If the system doesn't say "I'm gonna phone a friend to get an answer for this", it's going to stay either 100% local or at worst 100% within Apple Intelligence, which is audited to be completely private.
So if you're asking for a recipe for banana bread, going to ChatGPT is fine. Sending more personal information might not be.
I just don't think the average user cares enough to want this extra friction. It's like if every time you ran a google search it gave you lower-quality results and you had to click a "Yes, give me the better content" option every time to get it to then display the proper results. It's just an extra step which people are going to get sick of very fast.
You know what it's really reminiscent of? The EU cookies legislation. Do you like clicking "Yes I accept cookies" every single time you go to a new website? It enhances your privacy, after all.
In theory there isn't. In practice > 99% of the website I visit have a cookie banner thingy. Including the EU own website (https://european-union.europa.eu/index_en).
Think about it: even a government agency isn't able to produce a simple static web page without having to display that cookie banner. If their definitions of "bad cookies that require a banner" is so wide that even they can't work around it to correctly inform citizens, without collecting any private data, displaying any ad or reselling anything; maybe the definition is wrong.
For all intent and purposes, there is a cookie banner law.
They could not have a cookie banner, but their privacy policy states pretty clearly why they want your consent.
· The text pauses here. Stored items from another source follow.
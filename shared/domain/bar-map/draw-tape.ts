/** The measuring tape under a bar: ticks as fine as can be told apart, numbers as often as they fit. */
import { textWidth, type Shape } from '#shared/domain/bar-map/shapes.ts';
import { NM_PER_FOOT, NM_PER_INCH, NM_PER_M, NM_PER_MM } from '#shared/domain/units.ts';

export type TapeUnits = 'imperial' | 'metric';

const STEPS: Readonly<Record<TapeUnits, readonly number[]>> = {
  imperial: [
    NM_PER_INCH,
    3 * NM_PER_INCH,
    6 * NM_PER_INCH,
    NM_PER_FOOT,
    2 * NM_PER_FOOT,
    5 * NM_PER_FOOT,
    10 * NM_PER_FOOT,
  ],
  metric: [
    10 * NM_PER_MM,
    50 * NM_PER_MM,
    100 * NM_PER_MM,
    500 * NM_PER_MM,
    NM_PER_M,
    2 * NM_PER_M,
    5 * NM_PER_M,
  ],
};
const LABEL = 2;
const HEIGHT = 4.6;

const labelOf = (nm: number, units: TapeUnits) =>
  units === 'imperial' ? `${nm / NM_PER_FOOT}'` : `${nm / NM_PER_M} m`;

export function drawTape(
  x0: number,
  x1: number,
  top: number,
  lengthNm: number,
  units: TapeUnits,
): { shapes: Shape[]; bottom: number } {
  const scale = (x1 - x0) / lengthNm;
  const steps = STEPS[units];
  const fine = steps.find((step) => step * scale >= 0.9) ?? steps.at(-1) ?? lengthNm;
  const whole = units === 'imperial' ? NM_PER_FOOT : NM_PER_M;
  const named =
    steps.find((step) => step >= whole && step * scale >= textWidth('00 m', LABEL) * 1.6) ??
    steps.at(-1) ??
    lengthNm;
  const shapes: Shape[] = [
    {
      kind: 'polygon',
      points: [
        [x0, top],
        [x1, top],
        [x1, top + HEIGHT],
        [x0, top + HEIGHT],
      ],
      fill: 'soap',
      weight: 0.15,
    },
  ];
  for (let k = 0; k * fine <= lengthNm; k++) {
    const nm = k * fine;
    const x = x0 + nm * scale;
    const long = nm % whole === 0;
    const half = nm % (whole / 2) === 0;
    shapes.push({
      kind: 'line',
      x1: x,
      y1: top,
      x2: x,
      y2: top + (long ? 2.6 : half ? 1.8 : 1),
      weight: long ? 0.25 : 0.12,
      tone: 'ink',
    });
  }
  for (let nm = named; nm * scale < x1 - x0 - 4; nm += named)
    shapes.push({
      kind: 'text',
      x: x0 + nm * scale + 0.6,
      y: top + HEIGHT - 0.6,
      text: labelOf(nm, units),
      size: LABEL,
      align: 'left',
      font: 'mono',
      bold: false,
      tone: 'faint',
    });
  return { shapes, bottom: top + HEIGHT };
}
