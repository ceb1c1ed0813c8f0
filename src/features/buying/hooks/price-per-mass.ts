import { MG_PER_KG, MG_PER_LB } from '#shared/domain/units.ts';
import { currencyDigits } from '#src/lib/currencies.ts';

/** `USD/lb` or `EUR/kg`. */
export function pricePerMassUnit(units: 'imperial' | 'metric', currency: string): string {
  return `${currency}/${units === 'imperial' ? 'lb' : 'kg'}`;
}

/**
 * `0.842`: what a bar costs by mass, to a tenth of a cent, because suppliers quote it so. Shown only; money
 * is kept a bar in whole minor units.
 */
export function pricePerMass(
  priceMinor: number,
  massMg: number,
  units: 'imperial' | 'metric',
  currency: string,
): string {
  if (massMg <= 0) return '';
  const digits = currencyDigits(currency);
  const perMg = priceMinor / 10 ** digits / massMg;
  const mg = units === 'imperial' ? MG_PER_LB : MG_PER_KG;
  return (perMg * mg).toFixed(digits + 1);
}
It is to "gather analytics data (about user behaviour)".
Additionally you don't need to consent to this and can access everything without them "collecting any private data, displaying any ad or reselling anything". The only reason they ask for consent is to gather analytics, which is similar to you being asked for your postal code when paying while shopping.
It's interesting you phrase it that way, because that's sort of how DuckDuckGo works with their !g searches. I'm not saying that's good or bad, it's just an observation.
Still involves friction. A more "seamless" way for Apple to do this would've been to license GPT-4's weights from OpenAI and run it on Apple Intelligence servers.
If the system doesn't say "I'm gonna phone a friend to get an answer for this", it's going to stay either 100% local or at worst 100% within Apple Intelligence, which is audited to be completely private.
So if you're asking for a recipe for banana bread, going to ChatGPT is fine. Sending more personal information might not be.